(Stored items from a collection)
################

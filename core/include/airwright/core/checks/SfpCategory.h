#pragma once
// EN 16798-3:2017 specific fan power categories SFP 0 .. SFP 7. Limits and their
// sources: docs/regulation.md. A value exactly on a limit belongs to the lower
// category (the limits read "at most").

#include "airwright/core/Quantities.h"

#include <optional>
#include <string>

namespace Airwright::Core::Checks {

inline constexpr int kLowestSfpCategory = 0;
inline constexpr int kHighestSfpCategory = 7;

// Throws InputError for a negative or non-finite SFP.
int sfpCategory(SpecificFanPower sfp);

// "SFP 0" .. "SFP 7"; throws InputError outside 0 .. 7.
std::string sfpCategoryLabel(int category);

// Upper limit of a category; empty for SFP 7, which is open above. Throws
// InputError outside 0 .. 7.
std::optional<SpecificFanPower> sfpCategoryUpperLimit(int category);

} // namespace Airwright::Core::Checks
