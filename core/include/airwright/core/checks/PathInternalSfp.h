#pragma once
// The internal specific fan power of one path, as Regulation (EU) No 1253/2014
// defines SFPint: the static pressure drop of the ventilation components of the
// reference configuration (heat recovery and filters, the filters clean) over the
// fan's static efficiency including motor and drive.
//
// Our fan results carry the overall efficiency (impeller total efficiency x
// motor x drive x speed controller), not a static one; it stands in for the
// regulation's efficiency. A total efficiency is higher than the static one of
// the same fan, so this SFPint is a little optimistic (docs/regulation.md).

#include "airwright/core/Quantities.h"
#include "airwright/core/chain/SectionResult.h"

#include <vector>

namespace Airwright::Core::Checks {

struct PathInternalSfp {
    Pressure recoveryDrop;   // heat recovery sections as given (assessUnit gives them at full core flow)
    Pressure filterDrop;     // filters clean (initial drop), at the case's flow
    Pressure internalDrop;   // recoveryDrop + filterDrop
    Ratio fanEfficiency;     // of the path's fans together
    SpecificFanPower sfpInt; // internalDrop / fanEfficiency
};

// From the section results of one path: heat recovery sections count with their
// pressureDrop as given (a case with the bypass open reports less than the
// reference configuration; assessUnit replaces it, see RecoveryReferenceDrop.h),
// filters with their initial drop. With several fans in series the path's
// efficiency is the one that gives their summed electric power:
// sum(dp_i) / sum(dp_i / eta_i) over their total pressures. Throws InputError
// when the path has no fan or a fan reports an efficiency outside (0, 1].
PathInternalSfp pathInternalSfp(const std::vector<Chain::SectionResult>& path);

} // namespace Airwright::Core::Checks
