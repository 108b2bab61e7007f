#pragma once
// Commission Regulation (EU) No 1253/2014, non-residential two-direction units,
// requirements applying from 1 January 2018. Each figure, its Annex and whether
// it was read or is from memory: docs/regulation.md.

#include "airwright/core/Quantities.h"
#include "airwright/core/checks/SfpIntLimit.h"
#include "airwright/core/recovery/ExchangerKind.h"
#include "airwright/core/sections/Filter.h"

namespace Airwright::Core::Checks {

// The regulation's reference configuration has a fine filter on the supply
// (inlet) side and a medium filter on the extract side. It names them in EN 779
// terms (medium M5-M6, fine F7-F9); our filters carry ISO 16890 groups, mapped
// by common practice (docs/regulation.md).
enum class RegulationFilterGrade { None, Medium, Fine };
const char* regulationFilterGradeKey(RegulationFilterGrade grade); // "none", "medium", "fine"

// Fine: ISO ePM1, or ISO ePM2.5 at 65 % or more. Medium: ISO ePM2.5 below 65 %,
// or ISO ePM10. None: ISO Coarse, or an efficiency below the 50 % its group
// requires. Throws InputError for an efficiency outside 0 .. 100 %.
RegulationFilterGrade regulationFilterGrade(Sections::FilterGroup group, Ratio efficiency);
// A fine filter meets a requirement for a medium one.
bool meetsGrade(RegulationFilterGrade present, RegulationFilterGrade required);

bool isRunAround(Recovery::ExchangerKind kind);

// Minimum thermal efficiency of the heat recovery: 73 %, run-around coils 68 %.
Ratio minimumThermalEfficiency(bool runAround);

// E = (eta_t - minimum) x 3000 W/(m3/s) above the minimum, 0 at or below it.
// Throws InputError for an efficiency outside 0 .. 100 %.
SpecificFanPower efficiencyBonus(bool runAround, Ratio thermalEfficiency);

// F: 0 with both filters of the reference configuration, a fixed amount for each
// one missing.
SpecificFanPower filterCorrection(bool mediumFilterPresent, bool fineFilterPresent);

// The qnom-dependent term: 1100 - 300 qnom/2 below 2 m3/s, 800 from 2 m3/s on;
// run-around 1600 - 300 qnom/2 and 1300. Throws InputError for qnom <= 0 or
// non-finite.
SpecificFanPower sfpIntLimitBase(bool runAround, VolumeFlow nominalFlow);

// The full limit, base + E - F, with its parts.
SfpIntLimit sfpIntLimit(VolumeFlow nominalFlow, bool runAround, Ratio thermalEfficiency, bool mediumFilterPresent,
                        bool fineFilterPresent);

} // namespace Airwright::Core::Checks
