#pragma once

#include <string>

namespace Airwright::Core::Project {

// One problem or warning found in a project file: where (a JSON path such as
// "supply[3].final_dp_Pa", empty for the file as a whole) and what.
struct ProjectIssue {
    std::string path;
    std::string message;

    // "path: message", or the message alone when the path is empty.
    std::string text() const;

    bool operator==(const ProjectIssue&) const = default;
};

} // namespace Airwright::Core::Project
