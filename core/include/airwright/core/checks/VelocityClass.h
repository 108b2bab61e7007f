#pragma once
// EN 13053 velocity classes V1 .. V9 by the face velocity over the inner
// cross-section of the unit. Limits and their sources: docs/regulation.md. A
// velocity exactly on a limit belongs to the lower class.

#include "airwright/core/Quantities.h"

#include <optional>
#include <string>

namespace Airwright::Core::Checks {

inline constexpr int kLowestVelocityClass = 1;
inline constexpr int kHighestVelocityClass = 9;

// Throws InputError for a negative or non-finite velocity.
int velocityClass(Velocity faceVelocity);

// "V1" .. "V9"; throws InputError outside 1 .. 9.
std::string velocityClassLabel(int velocityClass);

// Upper limit of a class; empty for V9, which is open above. Throws InputError
// outside 1 .. 9.
std::optional<Velocity> velocityClassUpperLimit(int velocityClass);

} // namespace Airwright::Core::Checks
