#pragma once
// The maximum internal specific fan power a two-direction non-residential unit
// may have under Regulation (EU) No 1253/2014 (2018 tier), with the parts it is
// made of so a report can show the arithmetic: limit = base + E - F.

#include "airwright/core/Quantities.h"

namespace Airwright::Core::Checks {

struct SfpIntLimit {
    VolumeFlow nominalFlow;            // qnom
    bool runAround = false;            // run-around coils have their own figures
    Ratio thermalEfficiency;           // eta_t of the regulation; 0 without heat recovery
    bool mediumFilter = false;         // on the extract side (reference configuration)
    bool fineFilter = false;           // on the supply side
    SpecificFanPower base;             // the qnom-dependent term
    SpecificFanPower efficiencyBonus;  // E
    SpecificFanPower filterCorrection; // F
    SpecificFanPower limit;            // base + E - F
};

} // namespace Airwright::Core::Checks
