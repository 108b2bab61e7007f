#pragma once
// What the checks say about one design case of a solved unit.

#include "airwright/core/Finding.h"
#include "airwright/core/Quantities.h"
#include "airwright/core/checks/Compliance.h"
#include "airwright/core/checks/InternalSfp.h"
#include "airwright/core/checks/SfpIntLimit.h"

#include <optional>
#include <string>
#include <vector>

namespace Airwright::Core::Checks {

struct CaseAssessment {
    std::string caseName;
    SpecificFanPower specificFanPower; // the case totals: both fans over the larger flow
    int sfpCategory = 0;               // EN 16798-3
    // Largest section face velocity of either path, scaled to full flow by the
    // case's airflow fraction, and its EN 13053 class.
    Velocity faceVelocity;
    int velocityClass = 1;
    std::optional<InternalSfp> sfpInt;               // two-direction units only
    std::optional<SfpIntLimit> sfpIntLimit;          // two-direction units only
    Compliance compliance = Compliance::NotAssessed; // Regulation (EU) No 1253/2014
    std::vector<Finding> findings;
};

} // namespace Airwright::Core::Checks
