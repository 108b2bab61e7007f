#pragma once

namespace Airwright::Core::Checks {

// The outcome of a regulation check. NotAssessed where the requirement does not
// apply or the case is not the one it is stated for (part flow, one direction).
enum class Compliance { Pass, Fail, NotAssessed };

const char* complianceKey(Compliance compliance); // "pass", "fail", "not_assessed"

} // namespace Airwright::Core::Checks
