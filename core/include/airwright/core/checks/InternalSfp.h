#pragma once
// SFPint of a two-direction unit in one case: supply and extract summed, as
// Regulation (EU) No 1253/2014 sums them for two-direction units.

#include "airwright/core/chain/CaseResult.h"
#include "airwright/core/checks/PathInternalSfp.h"

namespace Airwright::Core::Checks {

struct InternalSfp {
    PathInternalSfp supply;
    PathInternalSfp extract;
    SpecificFanPower total;
};

// Throws InputError when either path has no fan (see pathInternalSfp).
InternalSfp internalSfp(const Chain::CaseResult& result);

} // namespace Airwright::Core::Checks
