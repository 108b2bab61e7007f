#pragma once
// Brings a project document written in an older format version up to the current
// one, step by step, before it is read. Each step is one entry of a table (see
// docs/project-format.md, "Versions and migration"); a step changes the JSON
// only, so the reader knows a single format.

#include <nlohmann/json_fwd.hpp>

#include <vector>

namespace Airwright::Core::Project {

class ProjectMigration {
public:
    struct Step {
        int fromVersion; // the step turns this version into fromVersion + 1
        const char* description;
        void (*apply)(nlohmann::ordered_json& document);
    };

    // The steps in order; step i migrates version i.
    static const std::vector<Step>& steps();
    static int oldestVersion();
    static int currentVersion();

    // Applies every step from fromVersion up to currentVersion() and sets
    // "format_version". Throws InputError for a version outside
    // oldestVersion() .. currentVersion().
    static void migrate(nlohmann::ordered_json& document, int fromVersion);
};

} // namespace Airwright::Core::Project
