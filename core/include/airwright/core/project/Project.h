#pragma once
// A project: what the designer saves and opens, one air handling unit with the
// facts that identify the job.

#include "airwright/core/chain/AirHandlingUnit.h"

#include <string>

namespace Airwright::Core::Project {

struct ProjectInfo {
    std::string name;
    std::string reference; // the designer's job or tender number
    std::string designer;
    std::string date; // ISO 8601 calendar date, yyyy-mm-dd, or empty
    std::string revision;
    std::string notes;

    bool operator==(const ProjectInfo&) const = default;
};

struct Project {
    ProjectInfo info;
    Chain::AirHandlingUnit unit;

    bool operator==(const Project&) const = default;
};

} // namespace Airwright::Core::Project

################

Task to carry out:
Return the span of lines in the data above that opens at the line with "a single format." and closes at the line with "static int currentVersion();", exactly, ends included, nothing else.

Your solution:
// only, so the reader knows a single format.

#include <nlohmann/json_fwd.hpp>

#include <vector>

namespace Airwright::Core::Project {

class ProjectMigration {
public:
    struct Step {
        int fromVersion; // the step turns this version into fromVersion + 1
        const char* description;
        void (*apply)(nlohmann::ordered_json& document);
    };

    // The steps in order; step i migrates version i.
    static const std::vector<Step>& steps();
    static int oldestVersion();
    static int currentVersion();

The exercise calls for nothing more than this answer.